Grunau BE, Li J, Yi TW, et al.

Annals of Emergency Medicine 2014; 63(6): 736-744


Background: Allergic or anaphylactic reactions are fairly common presentations to the ED.  After initial treatment and clinical improvement, a proportion of patients may develop a second “biphasic” reaction, which may actually be more severe than the initial presentation.  Because of this concern, patients are often held for observation for 6 or more hours.  This prolonged ED stay has not been shown to decrease biphasic reactions’ complications, yet incurs significant costs.  The goal of this study was to examine the incidence of clinically important biphasic reactions.

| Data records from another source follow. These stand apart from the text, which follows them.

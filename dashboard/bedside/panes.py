"""What the panels of the bedside screen share: styles, table CSS, headings, message panes.

No panel is built here; :class:`BedsidePanel` is the frame each of them fills in.
"""

from __future__ import annotations

import html

import panel as pn

from ..look import ACCENT, ERROR_STYLE, TABLE_CSS
from ..responsive import held
from .state import BedsideState

OK_STYLE = {"color": "#1f4d3a", "font-size": "14px", "padding": "2px 4px"}
NOTE_STYLE = {"color": "#46545c", "font-size": "13px"}
SECTION_CSS = f"""
h3.o2-bs-h {{ color: {ACCENT}; font-size: 17px; margin: 6px 0 2px 0; }}
"""
BEDSIDE_TABLE_CSS = (
    TABLE_CSS
    + """
table.o2t div.note { font-size: 12px; color: #7a1414; }
table.o2t div.src, div.src { font-size: 11px; color: #6b767e; }
table.o2t { font-size: 14px; }
table.o2t td { padding: 3px 6px; }
table.o2t td.val { font-size: 15px; white-space: nowrap; }
table.o2t td.cat { font-size: 13px; font-weight: 600; }
table.o2t tr.grp td { background: #eef3f2; font-weight: 700; font-size: 12px;
  text-transform: uppercase; letter-spacing: .04em; color: #0f5257; padding-top: 6px; }
table.o2t td:last-child { white-space: nowrap; }
table.o2t tr.best td { background: #f1f8f1; }
table.o2-bs-dt td:first-child { width: 52%; }
table.o2-bs-lv th, table.o2-bs-res th { text-transform: none; letter-spacing: 0; }
table.o2-bs-lv td.lever { min-width: 230px; font-weight: 600; }
table.o2-bs-lv td.range { font-size: 12px; white-space: normal; }
table.o2-bs-res td.range { font-size: 11px; }
table.o2t td.range { font-size: 12px; }
table.o2t tr.ok td.val { color: #1f4d3a; }
table.o2t tr.off td.val { color: #9a1b1b; }
"""
)


def heading(text: str) -> pn.pane.HTML:
    return pn.pane.HTML(
        f"<h3 class='o2-bs-h'>{html.escape(text)}</h3>",
        stylesheets=[SECTION_CSS],
        margin=(4, 10, 0, 10),
        sizing_mode="stretch_width",
    )


def action_button(label: str, css: str, action, **params) -> pn.widgets.Button:
    """A button (CSS class ``css``) that runs ``action()``.

    Clicks arrive outside the document lock and the actions edit figures and panes, so
    ``action`` runs on the next tick with the lock, all it changes sent in one message
    (:func:`dashboard.responsive.held`).
    """
    button = pn.widgets.Button(label=label, css_classes=[css], **params)
    run = held(action)
    button.on_click(lambda _event: run())
    return button


def table_pane(css: str) -> pn.pane.HTML:
    """An HTML pane for a table of the screen, with the shared table stylesheet."""
    return pn.pane.HTML(
        "", css_classes=[css], sizing_mode="stretch_width", stylesheets=[BEDSIDE_TABLE_CSS]
    )


def message_pane(css: str) -> pn.pane.HTML:
    """An outcome line, hidden while empty."""
    return pn.pane.HTML(
        "", css_classes=[css], visible=False, sizing_mode="stretch_width", styles=OK_STYLE
    )


def show(pane: pn.pane.HTML, text: str, error: bool | None = None) -> None:
    """Put ``text`` in a message pane (hidden if empty); styled as a refusal when ``error``,
    as an outcome when not, and left as it was when None."""
    pane.object = html.escape(text)
    if error is not None:
        pane.styles = ERROR_STYLE if error else OK_STYLE
    pane.visible = bool(text)


class BedsidePanel(pn.viewable.Viewer):
    """One panel of the bedside screen over the session's state; it builds ``_layout``."""

    def __init__(self, state: BedsideState, **params):
        super().__init__(**params)
        self._state = state

    def __panel__(self):
        return self._layout
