"""One printable page of a bedside case: standalone HTML that works without a network.

Everything it shows is read from :class:`dashboard.bedside.state.BedsideState` (already in
display units and words); this module only lays it out. The curve is a Bokeh figure with
BokehJS written into the file (inline resources, core library only), so the page opens from a USB
stick on a unit computer with no internet; the print stylesheet fits it on A4 paper.
"""

from __future__ import annotations

import datetime as dt
import html

from bokeh.embed import components
from bokeh.models import Range1d
from bokeh.plotting import figure
from bokeh.resources import Resources

from ..look import ACCENT, ARTERIAL, CAUTION, INK, REFERENCE, VENOUS
from .shift_summary import plans_section, series_section
from .state import BedsideState
from .wording import fit_words, flag_items, in_display_units

BOKEH_JS = Resources(mode="inline", components=["bokeh"])
"""Only the core BokehJS library, written into the page (no widgets, tables, GL, MathJax)."""

PAGE_CSS = f"""
body {{ font-family: 'Liberation Sans', Arial, sans-serif; color: {INK}; margin: 18px 28px;
  font-size: 14px; }}
h1 {{ font-size: 22px; color: {ACCENT}; margin: 0 0 4px 0; }}
h2 {{ font-size: 16px; color: {ACCENT}; border-bottom: 2px solid {ACCENT}; margin: 16px 0 6px 0;
  padding-bottom: 2px; }}
.meta {{ color: #46545c; margin-bottom: 8px; }}
.caution {{ background: #fff6dc; border-left: 5px solid #b7791f; padding: 6px 12px; }}
table {{ border-collapse: collapse; width: 100%; font-size: 13px; }}
th {{ text-align: left; border-bottom: 1px solid {ACCENT}; padding: 3px 6px; font-size: 12px; }}
td {{ padding: 3px 6px; border-bottom: 1px solid #e3e6e8; vertical-align: top; }}
td.num {{ text-align: right; font-variant-numeric: tabular-nums; font-weight: 700; }}
td.src {{ color: #5b6770; font-size: 12px; }}
.flag {{ color: #9a1b1b; font-weight: 700; }}
.cols {{ display: flex; gap: 24px; }}
.cols > div {{ flex: 1; min-width: 0; }}
.notes {{ white-space: pre-wrap; border: 1px solid #d5dadd; padding: 6px 10px; }}
.plot {{ width: 640px; max-width: 100%; }}
@media print {{
  @page {{ size: A4; margin: 12mm; }}
  body {{ margin: 0; font-size: 11px; }}
  table {{ font-size: 11px; }}
  h2 {{ break-after: avoid; }}
  tr, .plot {{ break-inside: avoid; }}
  .noprint {{ display: none; }}
}}
"""


def _esc(value) -> str:
    return html.escape(str(value))


def _table(head: list[str], rows: list[list[str]], num_cols: set[int], cls: str) -> str:
    if not rows:
        return "<p class='meta'>None.</p>"
    th = "".join(f"<th>{_esc(h)}</th>" for h in head)
    body = []
    for row in rows:
        cells = []
        for i, cell in enumerate(row):
            klass = " class='num'" if i in num_cols else ""
            cells.append(f"<td{klass}>{cell}</td>")
        body.append(f"<tr>{''.join(cells)}</tr>")
    return f"<table class='{cls}'><tr>{th}</tr>{''.join(body)}</table>"


def curve_figure(state: BedsideState):
    """The patient's curve with the measured points, as a standalone Bokeh figure."""
    view = state.patient_curve()
    fig = figure(
        width=640,
        height=360,
        toolbar_location=None,
        output_backend="svg",
        x_range=Range1d(0, view["x_max"]),
        y_range=Range1d(0, 102),
        title=view["title"],
    )
    fig.xaxis.axis_label = view["x_label"]
    fig.yaxis.axis_label = "SO2 (%)"
    fig.line(
        view["x"],
        view["standard"],
        color=REFERENCE,
        line_dash="dotted",
        line_width=1.5,
        legend_label="standard state",
    )
    fig.line(view["x"], view["arterial"], color=ARTERIAL, line_width=3, legend_label="arterial")
    if view["venous"] is not None:
        fig.line(view["x"], view["venous"], color=VENOUS, line_width=2, legend_label="venous")
    for (x, y), color, label in (
        (view["measured_arterial"], ARTERIAL, "measured arterial" + view["moved"]),
        (view["measured_venous"], VENOUS, "measured venous" + view["moved"]),
    ):
        if x is not None and y is not None:
            fig.scatter(
                [x],
                [y],
                size=12,
                color=color,
                line_color="white",
                marker="square",
                legend_label=label,
            )
    fig.legend.location = "bottom_right"
    fig.legend.label_text_font_size = "11px"
    return fig


def summary_html(state: BedsideState, when: dt.datetime | None = None) -> str:
    """The whole summary page as one HTML string (BokehJS inline; no external requests)."""
    when = when or dt.datetime.now().astimezone()
    label = state.case_label.strip() or "(no label)"
    measured = _table(
        ["Measured", "Value", "Unit"],
        [[_esc(r.label), _esc(r.value), _esc(r.unit)] for r in state.measured_rows()],
        {1},
        "o2-sum-measured",
    )
    derived = _table(
        ["Derived", "Value", "Unit", "", "Source"],
        [
            [
                _esc(r.label),
                _esc(r.value),
                _esc(r.unit),
                f"<span class='flag'>{_esc(r.flag)}</span>"
                + (f" {_esc(r.note)}" if r.note else ""),
                f"<span class='src'>{_esc(r.source)}</span>",
            ]
            for r in state.derived_rows()
        ],
        {1},
        "o2-sum-derived",
    )
    fit_text = _esc(state.fit_summary()) if state.fit is not None else "Not fitted."
    fitted = _table(
        ["Fitted parameter", "Value", "Unit"],
        [[_esc(r.label), _esc(r.value), _esc(r.unit)] for r in state.fitted_rows()],
        {1},
        "o2-sum-fitted",
    )
    fit = _table(
        ["Quantity", "Measured", "Model", "Model − measured", "Unit", "", ""],
        [[_esc(c) for c in r] for r in state.fit_rows()],
        {1, 2, 3},
        "o2-sum-fit",
    )
    assumed = "".join(
        f"<li>{_esc(fit_words(state.case, a))}</li>"
        for a in (state.fit.assumptions if state.fit is not None else [])
    )
    reasons, notes_assumed = state.derived_text("reasons"), state.derived_text("notes")
    lists = "".join(
        f"<p class='meta'><b>{title}:</b> {_esc('; '.join(items))}</p>"
        for title, items in (
            (
                "Outside usual ranges",
                flag_items(
                    state.case, state.measured, state.derived_rows(), state.derived_text("flags")
                ),
            ),
            ("Not computed", [in_display_units(state.case, t) for t in reasons]),
            ("Assumed", [in_display_units(state.case, t) for t in notes_assumed]),
        )
        if items
    )
    head = state.lever_head()
    levers = _table(
        head,
        [[_esc(c) for c in r] for r in state.lever_rows()],
        set(range(2, len(head) - 1)),
        "o2-sum-levers",
    )
    live = state.case.scenario_name
    script, div = components(curve_figure(state))
    notes = (
        f"<div class='notes'>{_esc(state.notes)}</div>"
        if state.notes.strip()
        else "<p class='meta'>No notes.</p>"
    )
    return f"""<!DOCTYPE html>
<html lang="en"><head><meta charset="utf-8">
<title>o2transit case summary · {_esc(label)}</title>
<style>{PAGE_CSS}</style>
{BOKEH_JS.render_js()}
</head><body>
<h1>o2transit · case summary</h1>
<div class="meta">Case: <b>{_esc(label)}</b> · printed {_esc(when.strftime("%Y-%m-%d %H:%M %Z"))}
· pressures in {_esc(state.case.pressure_unit)}, Hb in {_esc(state.case.hb_unit)}</div>
<div class="caution">⚠ {_esc(CAUTION)}</div>
<div class="cols"><div>
<h2>Measured values</h2>{measured}
</div><div>
<h2>Derived values</h2>{derived}
{lists}
</div></div>
<h2>Fit of the model to the measurements</h2>
<p>{fit_text}</p>
{fitted}
{fit}
{f"<ul class='meta'>{assumed}</ul>" if assumed else ""}
<h2>Patient's curve</h2>
<div class="plot">{div}</div>
<h2>What-ifs from the fitted case (ranked by {_esc(state.rank_label())})</h2>
{levers}
<p class='meta'>Live case when printed: {_esc(live or "as entered on the Model inputs tab")}.</p>
{plans_section(state)}
{series_section(state)}
<h2>Notes</h2>
{notes}
<p class="meta">Made with o2transit, an open-source physiology model. {_esc(CAUTION)}</p>
{script}
</body></html>
"""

Methods: Chart review performed on data from 2 urban EDs, collected on adult patients presenting during a 5-yer period with “anaphylaxis” or “allergic reaction.”  Primary outcome was the proportion of patients with a clinically important biphasic reaction, secondary outcome was mortality.

Results: Of 428,634 ED visits, 2819 encounters (496 anaphylactic, 2323 allergic reactions) were reviewed.  185 patients had at least 1 subsequent visit for allergic symptoms.  5 clinically important biphasic reactions were identified (0.18%, 95% CI 0.07-0.44%); 2 occurred during the ED visit, and 3 were post-discharge.  2 patients with the biphasic reaction were in the anaphylaxis group (0.40%), and 3 were from the allergic reaction group (0.13%).  There were no fatalities.

Conclusion:  Clinically important biphasic reactions and fatalities were rare in ED patients presenting with allergic or anaphylactic reactions.  This study’s results suggest that it may not be necessary to conduct routine prolonged monitoring of patients whose symptoms have improved after initial treatment.